### DATA:

[Start of Attachment]

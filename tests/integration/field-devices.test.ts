import { afterAll, beforeAll, describe, expect, it } from 'vitest'
import type { DeviceRegistration, DeviceRow } from '../../shared/types/field-device'
import { AuditEntry, User } from '../../server/db/models'
import { closeTestDatabase, testDatabase } from '../support/database'
import { type TestOrganisation, makeOrganisation } from '../support/organisation'
import { freshClient } from '../support/server'

// The server's side of the tablets' encrypted stores: set-up, the spare (escrow) key for a forgotten PIN, the
// "am I revoked?" check, and an admin withdrawing a lost tablet.

let org: TestOrganisation
let other: TestOrganisation
let device: DeviceRegistration
let enumeratorEmail: string
const status = (body: unknown) => freshClient().post<{ state: string }>('/api/field/devices/status', body)

beforeAll(async () => {
  testDatabase()
  org = await makeOrganisation('Tamarind Flats Growers')
  other = await makeOrganisation('Sable Hill Cooperative')
  enumeratorEmail = (await User.findByPk(org.enumeratorId))!.email
})
afterAll(closeTestDatabase)

describe('tablet set-up and the spare key', () => {
  it('gives an enumerator a device id, a spare key and a status token once, and audits the set-up without them', async () => {
    const answer = await org.enumerator.post<DeviceRegistration>('/api/field/devices')
    expect(answer.status).toBe(200)
    device = answer.body
    expect(device.deviceId).toMatch(/^[0-9a-f-]{36}$/)
    expect(Buffer.from(device.escrowKey, 'base64')).toHaveLength(32)
    expect(device.token).toMatch(/^[0-9a-f]{64}$/)
    const entry = await AuditEntry.findOne({ where: { action: 'field_device.set_up', entityId: device.deviceId } })
    expect(entry).not.toBeNull()
    expect(JSON.stringify(entry!.details)).not.toContain(device.escrowKey)
    expect(JSON.stringify(entry!.details)).not.toContain(device.token)
  })

  it('refuses set-up to other roles and to anyone signed out', async () => {
    expect((await org.coordinator.post('/api/field/devices')).status).toBe(403)
    expect((await org.admin.post('/api/field/devices')).status).toBe(403)
    expect((await freshClient().post('/api/field/devices')).status).toBe(401)
  })

  it('releases the spare key to the owner only', async () => {
    const mine = await org.enumerator.post<{ escrowKey: string }>(`/api/field/devices/${device.deviceId}/key`)
    expect(mine.status).toBe(200)
    expect(mine.body.escrowKey).toBe(device.escrowKey)
    expect((await other.enumerator.post(`/api/field/devices/${device.deviceId}/key`)).status).toBe(404)
    expect((await org.coordinator.post(`/api/field/devices/${device.deviceId}/key`)).status).toBe(403)
    expect((await org.enumerator.post('/api/field/devices/not-a-uuid/key')).status).toBe(400)
    expect(await AuditEntry.count({ where: { action: 'field_device.pin_reset', entityId: device.deviceId } })).toBe(1)
  })

  it('answers the status check without a session, only to the right token', async () => {
    expect((await status({ deviceId: device.deviceId, token: device.token })).body).toEqual({ state: 'active' })
    expect((await status({ deviceId: device.deviceId, token: 'f'.repeat(64) })).body).toEqual({ state: 'unknown' })
    expect((await status({ deviceId: device.deviceId, token: 'short' })).status).toBe(400)
    expect((await status({ deviceId: 'x', token: device.token })).status).toBe(400)
  })
})

describe('withdrawing a lost tablet', () => {
  it('lists the organisation\'s tablets to its admins only', async () => {
    const list = await org.admin.get<{ devices: DeviceRow[] }>('/api/devices')
    expect(list.status).toBe(200)
    const row = list.body.devices.find(d => d.id === device.deviceId)
    expect(row).toMatchObject({ personId: org.enumeratorId, personEmail: enumeratorEmail, revokedAt: null })
    expect(row!.label).toBe('Script or tool')
    expect(JSON.stringify(list.body)).not.toContain(device.escrowKey)
    expect((await org.coordinator.get('/api/devices')).status).toBe(403)
    expect((await other.admin.get<{ devices: DeviceRow[] }>('/api/devices')).body.devices.map(d => d.id)).not.toContain(device.deviceId)
  })

  it('refuses other roles and other organisations\' admins, changing nothing', async () => {
    expect((await org.coordinator.post(`/api/devices/${device.deviceId}/revoke`)).status).toBe(403)
    expect((await org.enumerator.post(`/api/devices/${device.deviceId}/revoke`)).status).toBe(403)
    expect((await other.admin.post(`/api/devices/${device.deviceId}/revoke`)).status).toBe(404)
    expect((await status({ deviceId: device.deviceId, token: device.token })).body).toEqual({ state: 'active' })
  })

  it('revokes: audited, the owner signed out, the tablet told at its next contact, its spare key refused', async () => {
    const answer = await org.admin.post<{ revokedAt: string, sessionsEnded: number }>(`/api/devices/${device.deviceId}/revoke`)
    expect(answer.status).toBe(200)
    expect(answer.body.sessionsEnded).toBeGreaterThanOrEqual(1)
    const entry = await AuditEntry.findOne({ where: { action: 'field_device.revoked', entityId: device.deviceId } })
    expect(entry!.details).toMatchObject({ label: 'Script or tool', email: enumeratorEmail })
    expect(JSON.stringify(entry!.details)).not.toContain(device.escrowKey)
    // The owner's session ended with it.
    expect((await org.enumerator.get('/api/sync/visits')).status).toBe(401)
    expect((await status({ deviceId: device.deviceId, token: device.token })).body).toEqual({ state: 'revoked' })
    // Signed in again (the password), the owner still cannot get the spare key of the withdrawn tablet.
    await org.enumerator.signIn(enumeratorEmail)
    const key = await org.enumerator.post<{ message: string }>(`/api/field/devices/${device.deviceId}/key`)
    expect(key.status).toBe(410)
    expect(key.body.message).toMatch(/withdrawn/)
    // A second revoke changes nothing and records nothing more.
    expect((await org.admin.post(`/api/devices/${device.deviceId}/revoke`)).status).toBe(200)
    expect(await AuditEntry.count({ where: { action: 'field_device.revoked', entityId: device.deviceId } })).toBe(1)
    const row = (await org.admin.get<{ devices: DeviceRow[] }>('/api/devices')).body.devices.find(d => d.id === device.deviceId)
    expect(row!.revokedAt).toBe(answer.body.revokedAt)
  })
})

[End of Attachment]

### WORK REQUEST:
Check each line of the listing above. Copy it if it holds the string "refuses".

### RESPONSE AREA:
  it('refuses set-up to other roles and to anyone signed out', async () => {
  it('refuses other roles and other organisations\' admins, changing nothing', async () => {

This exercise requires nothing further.